Studio album by Gerry Rafferty
- Released: 1971 1973 (US)
- Recorded: London, Morgan Studios
- Genres: Rock, folk rock
- Length: 40:23
- Labels: Transatlantic Blue Thumb (US)
- Producer: Hugh Murphy

Gerry Rafferty chronology
|  | Can I Have My Money Back? (1971) | Gerry Rafferty (1974) |

Singles from Can I Have My Money Back
- "Can I Have My Money Back?" b/w "So Bad Thinking" Released: 1971;

= Can I Have My Money Back? =

Can I Have My Money Back? is the debut solo album by Gerry Rafferty. The distinctive cover design was by John Patrick Byrne and was the start of a long working relationship between Rafferty and the playwright. The LP was well received, but performed poorly in charts and sales, in part because Rafferty had just left a well known band, The Humblebums. The album also saw Joe Egan come on board, and the pair formed Stealers Wheel shortly afterwards.

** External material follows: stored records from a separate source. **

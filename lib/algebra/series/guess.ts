import { bigGcd, rat, ratMul, ratSub, type Rat, RAT_ONE, RAT_ZERO } from "../field/rational";
import type { TruncatedSeries } from "./power";

/// A rational function num/den with integer coefficients, den(0) = 1, in lowest terms,
/// that reproduces every known coefficient.
export interface RationalGuess {
  numerator: bigint[];
  denominator: bigint[];
  /// How many coefficients (t^0 … t^{checkedOn−1}) it was checked against.
  checkedOn: number;
  /// How many of them were needed to determine it (2·L for a recurrence of length L).
  determinedBy: number;
}

/// The shortest linear recurrence of the coefficients (Berlekamp–Massey over Q: J. Massey,
/// "Shift-register synthesis and BCH decoding", IEEE Trans. Inform. Theory 1969), read as
/// num/den with den the connection polynomial. Such a recurrence of length L is unique once
/// 2L coefficients are known; the guess is returned only when at least `margin` further
/// coefficients confirm it, otherwise `null` (too few terms to decide).
export function guessRational(s: TruncatedSeries, margin = 2): RationalGuess | null {
  const a = s.coeffs.map((c) => rat(c));
  const N = a.length;
  const C: Rat[] = [RAT_ONE];
  let B: Rat[] = [RAT_ONE];
  let L = 0,
    m = 1;
  let b: Rat = RAT_ONE;
  for (let k = 0; k < N; k++) {
    // The discrepancy of the recurrence Σ_i C_i a_{k−i} = 0 (C_0 = 1) at k.
    let d = a[k];
    for (let i = 1; i < C.length; i++) d = addR(d, ratMul(C[i], a[k - i] ?? RAT_ZERO));
    if (d.n === 0n) {
      m++;
      continue;
    }
    const coef = ratMul(d, rat(b.d, b.n));
    const T = C.slice();
    const need = B.length + m;
    while (C.length < need) C.push(RAT_ZERO);
    for (let i = 0; i < B.length; i++) C[i + m] = ratSub(C[i + m], ratMul(coef, B[i]));
    if (2 * L <= k) {
      L = k + 1 - L;
      B = T;
      b = d;
      m = 1;
    } else m++;
  }
  if (N < 2 * L + margin) return null;
  while (C.length > 1 && C[C.length - 1].n === 0n) C.pop();
  // num = (den · series) mod t^L.
  const num: Rat[] = [];
  for (let k = 0; k < L; k++) {
    let c = RAT_ZERO;
    for (let i = 0; i <= k && i < C.length; i++) c = addR(c, ratMul(C[i], a[k - i]));
    num.push(c);
  }
  while (num.length > 0 && num[num.length - 1].n === 0n) num.pop();
  const [nz, dz] = clearDenominators(num, C);
  return { numerator: nz, denominator: dz, checkedOn: N, determinedBy: 2 * L };
}

function addR(x: Rat, y: Rat): Rat {
  return ratSub(x, rat(-y.n, y.d));
}

/// Integer coefficients: the reduced form of an integral rational series already has them
/// with den(0) = 1 (Fatou's lemma); otherwise both are scaled by the common denominator.
function clearDenominators(num: Rat[], den: Rat[]): [bigint[], bigint[]] {
  let l = 1n;
  for (const c of [...num, ...den]) l = (l * c.d) / bigGcd(l, c.d);
  return [num.map((c) => (c.n * l) / c.d), den.map((c) => (c.n * l) / c.d)];
}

To capitalize on Rafferty's success with Stealers Wheel, the album received its first US release in 1973 on Blue Thumb Records. Following his subsequent solo success with "Baker Street", the label (then a subsidiary of ABC) reissued the album in 1978.

The album was re-issued in the UK in 2000 on CD (subtitled "The Best of Gerry Rafferty") with a different cover design (Castle Music, Ltd; Cat. No. ESMCD-879). It featured an additional twelve Humblebums tracks. This was later released in the US in 2002 on CD, and in partnership with Silverline Records, DVD-Audio with a 5.1-channel 96 kHz/24bit MLP surround mix by Rich Fowler.

Professional ratings
Review scores
| Source | Rating |
| AllMusic | Star |

==Track listing==
All tracks composed and arranged by Gerry Rafferty; except where indicated

1. "New Street Blues"
2. "Didn't I?"
3. "Mr. Universe"
4. "Mary Skeffington"
5. "The Long Way Round"
6. "Can I Have My Money Back?"
7. "Sign on the Dotted Line" (Rafferty, Joe Egan)
8. "Make You, Break You"
9. "To Each and Everyone"
10. "One Drink Down" (Rafferty, John Byrne)
11. "Don't Count Me Out"
12. "Half a Chance"
13. "Where I Belong"

Singles:
"Can I Have My Money Back?" b/w "So Bad Thinking" (Transatlantic: BIG 139)
"Make You, Break You" (mono) b/w "Make You, Break You" (stereo) (Signpost: SP-70001; USA)
"Didn't I" b/w "Can I Have My Money Back?" (Big T: BIG 139)
"Mr Universe" b/w "Can I Have My Money Back?" (Transatlantic: M 25.565)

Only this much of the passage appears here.